### Material to process
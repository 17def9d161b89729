"""Summary, report, wiring list and schedule as golden text, and what they must hold."""

from __future__ import annotations

import csv
import dataclasses
import io
from pathlib import Path

import pytest
from handmade import (
    SLUICE_BOTH,
    SLUICE_BRIDGE_FACTS,
    SLUICE_DESIGN,
    SLUICE_FACTS,
    SLUICE_JOB,
    SLUICE_NETWORK,
    SLUICE_RESULT,
)

from contactlogic.design import Bound, Design, Result
from contactlogic.job.model import Job, Limits, Load, SeparateContacts, Supply
from contactlogic.network import Network, Pole
from contactlogic.report.cautions import CAUTIONS
from contactlogic.report.facts import Facts, as_built, facts, longest_runs
from contactlogic.report.markdown import report
from contactlogic.report.phrases import budget, compared, saving
from contactlogic.report.summary import summary
from contactlogic.report.wiring import conductors, rail_terminals, schedule_csv, wiring_csv
from contactlogic.terminals import wire_numbers
from contactlogic.truth import Target

GOLDEN = Path(__file__).parent / "golden"

BOTH_FACTS = [SLUICE_FACTS, SLUICE_BRIDGE_FACTS]


def _check(name: str, text: str) -> None:
    assert text == (GOLDEN / name).read_text(encoding="utf-8")


def test_summary_text() -> None:
    _check("summary.txt", summary(SLUICE_RESULT, [SLUICE_FACTS], width=None))


def test_summary_text_of_both_forms() -> None:
    _check("summary-both.txt", summary(SLUICE_BOTH, BOTH_FACTS, width=None))


def test_verbose_summary_text() -> None:
    _check("summary-verbose.txt", summary(SLUICE_RESULT, [SLUICE_FACTS], width=None, verbose=True))


def test_report_text() -> None:
    _check("report.md", report(SLUICE_RESULT, [SLUICE_FACTS]))


def test_wiring_text() -> None:
    _check("wiring.csv", wiring_csv(SLUICE_DESIGN, SLUICE_JOB))


def test_schedule_text() -> None:
    _check("schedule.csv", schedule_csv(SLUICE_DESIGN, SLUICE_JOB))


def test_summary_folds_to_the_width_and_keeps_every_letter() -> None:
    long = " + ".join(f"K{i}A K{i}B'" for i in range(20))
    facts = dataclasses.replace(SLUICE_FACTS, formulas={"LAMP": long, "HORN": "UP' DOWN"})
    text = summary(SLUICE_RESULT, [facts], width=60)
    assert max(map(len, text.splitlines())) <= 60
    assert all(f"K{i}B'" in text for i in range(20))
    assert "\x1b" not in text


def _constants() -> tuple[Result, Facts]:
    job = Job(
        title="Constants",
        relays=("A",),
        loads=(Load("LIT", Target(1, on=3)), Load("DARK", Target(1, on=0), kind="coil")),
        listed=3,
    )
    network = Network(("A",), "L", {"LIT": "L", "DARK": None}, ())
    design = Design("ladder", network, Bound(0, True), 2)
    facts = Facts({"LIT": "1", "DARK": "0"}, frozenset(), as_built(network), longest_runs(network))
    return Result(job, (design,), job.relays), facts


def test_constant_loads_are_said_to_be_so() -> None:
    result, facts = _constants()
    text = summary(result, [facts], width=None)
    assert text.startswith("on with every relay released: LIT\n")
    assert "1  (always on)" in text
    assert "0  (never on)" in text
    assert "longest run: 0 contacts\n" in text
    assert "Never on, so the feed terminal stays unwired: DARK." in report(result, [facts])


def test_constant_loads_are_wired_to_the_rails() -> None:
    result, _ = _constants()
    ends = [(c.start, c.end) for c in conductors(result.designs[0], result.job)]
    assert ends == [
        ("rail:SUPPLY", "LIT:X1"),
        ("rail:RETURN", "LIT:X2"),
        ("LIT:X2", "DARK:A2"),
    ]


def test_conductors_join_exactly_the_terminals_of_each_net() -> None:
    """The wires, followed from end to end, give back the network's nets and no others."""
    groups: dict[str, set[str]] = {}
    for wire in conductors(SLUICE_DESIGN, SLUICE_JOB):
        joined = groups.get(wire.start, {wire.start}) | groups.get(wire.end, {wire.end})
        groups.update(dict.fromkeys(joined, joined))
    found = {frozenset(group) for group in groups.values()}
    assert found == {
        frozenset({"rail:+24 V", "UP:11", "FLOOD:11"}),
        frozenset({"UP:14", "DOWN:11"}),
        frozenset({"UP:12", "DOWN:21"}),
        frozenset({"DOWN:12", "FLOOD:14", "LAMP:X1"}),
        frozenset({"DOWN:24", "HORN:X1"}),
        frozenset({"rail:0 V", "LAMP:X2", "HORN:X2"}),
    }
    nets = [wire.net for wire in conductors(SLUICE_DESIGN, SLUICE_JOB)]
    assert nets == sorted(nets)
    assert set(nets) == set(wire_numbers(SLUICE_NETWORK).values())


def test_loads_that_share_a_net_are_chained() -> None:
    job = dataclasses.replace(
        SLUICE_JOB,
        relays=("UP",),
        loads=(Load("L1", Target(1, on=2)), Load("L2", Target(1, on=2))),
        listed=3,
    )
    network = Network(("UP",), "L", {"L1": "n1", "L2": "n1"}, (Pole("UP", 1, "L", "n1"),))
    design = Design("ladder", network, Bound(1, True), 2)
    ends = [(c.net, c.start, c.end) for c in conductors(design, job)]
    assert ends == [
        (1, "rail:+24 V", "UP:11"),
        (2, "UP:14", "L1:X1"),
        (2, "L1:X1", "L2:X1"),
        (3, "rail:0 V", "L1:X2"),
        (3, "L1:X2", "L2:X2"),
    ]


def test_push_button_contacts_have_marks_of_their_own() -> None:
    job = dataclasses.replace(
        SLUICE_JOB,
        relays=("START",),
        loads=(Load("GO", Target(1, on=2)), Load("IDLE", Target(1, on=1))),
        limits=Limits(contacts={"START": SeparateContacts(1, 1)}),
        listed=3,
    )
    network = Network(
        ("START",),
        "L",
        {"GO": "n1", "IDLE": "n2"},
        (Pole("START", 1, "L", "n1"), Pole("START", 2, "L", None, "n2")),
    )
    design = Design("ladder", network, Bound(2, True), 2)
    terminals = {end for c in conductors(design, job) for end in (c.start, c.end)}
    assert {"START:13", "START:14", "START:21", "START:22"} <= terminals
    assert budget(job.limits, "START") == "1A1B"


@pytest.mark.parametrize(
    ("feed", "back", "terminals"),
    [
        ("+24 V", "0 V", ("rail:+24 V", "rail:0 V")),
        (None, None, ("rail:SUPPLY", "rail:RETURN")),
        ("  ", "N\n", ("rail:SUPPLY", "rail:N")),
        ("~", "~", ("rail:~ (feed)", "rail:~ (return)")),
    ],
)
def test_rail_terminals(feed: str | None, back: str | None, terminals: tuple[str, str]) -> None:
    job = dataclasses.replace(SLUICE_JOB, supply=Supply(feed, back))
    assert rail_terminals(job) == terminals


HOSTILE = '=cmd|"/c x"!A1 <script>`|`\n| # [x](y) *b* _u_'


def test_hostile_titles_stay_text() -> None:
    job = dataclasses.replace(SLUICE_JOB, title=HOSTILE, supply=Supply("=1+1", "|0|"))
    result = dataclasses.replace(SLUICE_RESULT, job=job)
    wiring = list(csv.reader(io.StringIO(wiring_csv(SLUICE_DESIGN, job))))
    assert {len(row) for row in wiring} == {5}
    cells = [cell for row in wiring for cell in row]
    assert not [cell for cell in cells if cell.startswith(("=", "+", "-", "@", "\t"))]
    text = report(result, [SLUICE_FACTS])
    assert "<script>" not in text.replace("\\<script\\>", "")
    table_rows = [line for line in text.splitlines() if line.startswith("| 1 | 1 | rail")]
    assert table_rows == ["| 1 | 1 | rail:=1+1 | UP:11 |"]
    assert text.splitlines()[0].startswith('# =cmd\\|"/c x"!A1 \\<script\\>\\`\\|\\` \\| \\#')


def test_every_paper_names_title_form_and_fingerprint() -> None:
    mark = f"ladder {SLUICE_DESIGN.fingerprint}"
    text = report(SLUICE_RESULT, [SLUICE_FACTS])
    assert text.startswith(f"# Sluice house\n\n{mark}\n")
    for lines in (
        wiring_csv(SLUICE_DESIGN, SLUICE_JOB).splitlines()[1:],
        schedule_csv(SLUICE_DESIGN, SLUICE_JOB).splitlines()[1:],
    ):
        assert lines
        assert all(line.endswith(f",{mark} Sluice house") for line in lines)


def test_cautions_close_the_report() -> None:
    text = report(SLUICE_RESULT, [SLUICE_FACTS])
    assert text.split("## Cautions\n\n")[1].splitlines() == [f"- {c}" for c in CAUTIONS]
    words = " ".join(CAUTIONS)
    for word in ("ratings", "insulation", "fusing", "suppression", "bonding", "functional safety"):
        assert word in words
    for word in ("Capacitors stay charged", "Emergency stops and guards", "Local codes"):
        assert word in words


def test_report_says_what_is_not_given() -> None:
    job = dataclasses.replace(SLUICE_JOB, supply=Supply(), file=None)
    text = report(dataclasses.replace(SLUICE_RESULT, job=job), [SLUICE_FACTS])
    assert "- job file: not given" in text
    assert "- supply, feed: not given" in text
    assert "- supply, return: not given" in text
    assert "| HORN | not given | not given |" in text


def test_bounds_are_told_apart() -> None:
    proved = dataclasses.replace(SLUICE_DESIGN, bound=Bound(4, True))
    result = dataclasses.replace(SLUICE_RESULT, designs=(proved,))
    assert "bound: at least 4 poles, proved minimum\n" in summary(
        result, [SLUICE_FACTS], width=None
    )
    assert "bound: at least 3 poles, minimum not proved\n" in summary(
        SLUICE_RESULT, [SLUICE_FACTS], width=None
    )


def test_what_is_on_at_rest_is_said_once_or_form_by_form() -> None:
    same = summary(SLUICE_BOTH, BOTH_FACTS, width=None)
    assert same.count("with every relay released") == 1
    assert same.startswith("no load is on with every relay released\n\nladder ")
    lit = dataclasses.replace(SLUICE_BRIDGE_FACTS, tables={"LAMP": 0b1, "HORN": 0})
    assert summary(SLUICE_BOTH, [SLUICE_FACTS, lit], width=None).startswith(
        "ladder: no load is on with every relay released\n"
        "bridge: on with every relay released: LAMP\n"
        "\n"
        "ladder "
    )


def test_the_saving_counts_what_the_objective_counts() -> None:
    assert saving(SLUICE_BOTH) == "the bridge saves 1 pole on the ladder"
    limits = dataclasses.replace(SLUICE_JOB.limits, objective="contacts")
    by_contacts = dataclasses.replace(
        SLUICE_BOTH, job=dataclasses.replace(SLUICE_JOB, limits=limits)
    )
    assert saving(by_contacts) == "the bridge saves 1 contact on the ladder"
    twice = dataclasses.replace(SLUICE_BOTH, designs=(SLUICE_DESIGN, SLUICE_DESIGN))
    assert saving(twice) == "the ladder saves no pole on the ladder"


def test_designs_side_by_side() -> None:
    assert compared(SLUICE_BOTH.designs) == [
        ("ladder", "4", "5", "9", "DOWN (2)", "at least 3 poles, minimum not proved"),
        ("bridge", "3", "4", "7", "UP (1)", "at least 3 poles, proved minimum"),
    ]
    text = report(SLUICE_BOTH, BOTH_FACTS)
    assert "| bridge | 3 | 4 | 7 | UP (1) | at least 3 poles, proved minimum |\n" in text
    assert "\nThe bridge saves 1 pole on the ladder.\n" in text
    assert text.count("### As built, row by row") == 2


def test_an_interrupted_search_is_told_in_the_report() -> None:
    said = "The search was stopped early."
    assert said not in report(SLUICE_RESULT, [SLUICE_FACTS])
    stopped = dataclasses.replace(SLUICE_RESULT, interrupted=True)
    assert said in report(stopped, [SLUICE_FACTS])


def test_repeaters_are_listed_with_the_relay_they_follow() -> None:
    """DOWN's second pole moved to a repeater of it."""
    network = dataclasses.replace(
        SLUICE_NETWORK,
        relays=("UP", "DOWN", "FLOOD", "DOWN_2"),
        poles=(
            *(p for p in SLUICE_NETWORK.poles if (p.relay, p.number) != ("DOWN", 2)),
            Pole("DOWN_2", 1, "n3", "n4"),
        ),
    )
    design = dataclasses.replace(SLUICE_DESIGN, network=network)
    result = Result(SLUICE_JOB, (design,), network.relays, {"DOWN_2": "DOWN"})
    known = facts(design, result.repeaters)
    assert known.tables == SLUICE_FACTS.tables
    text = report(result, [known])
    assert "| DOWN\\_2 | 1 | 1 | 0 | 0 | 2 | none | DOWN |\n" in text
    rows = text.split("### As built, row by row")[1]
    assert "| row | UP | DOWN | FLOOD | LAMP | HORN |" in rows
    assert rows.count("\n| ") == 10  # two lines of heading and the 8 rows of the job's own relays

### Work task
Output exactly one stretch of the listing: from the line containing "from contactlogic.design import" through the line containing "from contactlogic.report.facts import", both end lines included.

### Answer section
from contactlogic.design import Bound, Design, Result
from contactlogic.job.model import Job, Limits, Load, SeparateContacts, Supply
from contactlogic.network import Network, Pole
from contactlogic.report.cautions import CAUTIONS
from contactlogic.report.facts import Facts, as_built, facts, longest_runs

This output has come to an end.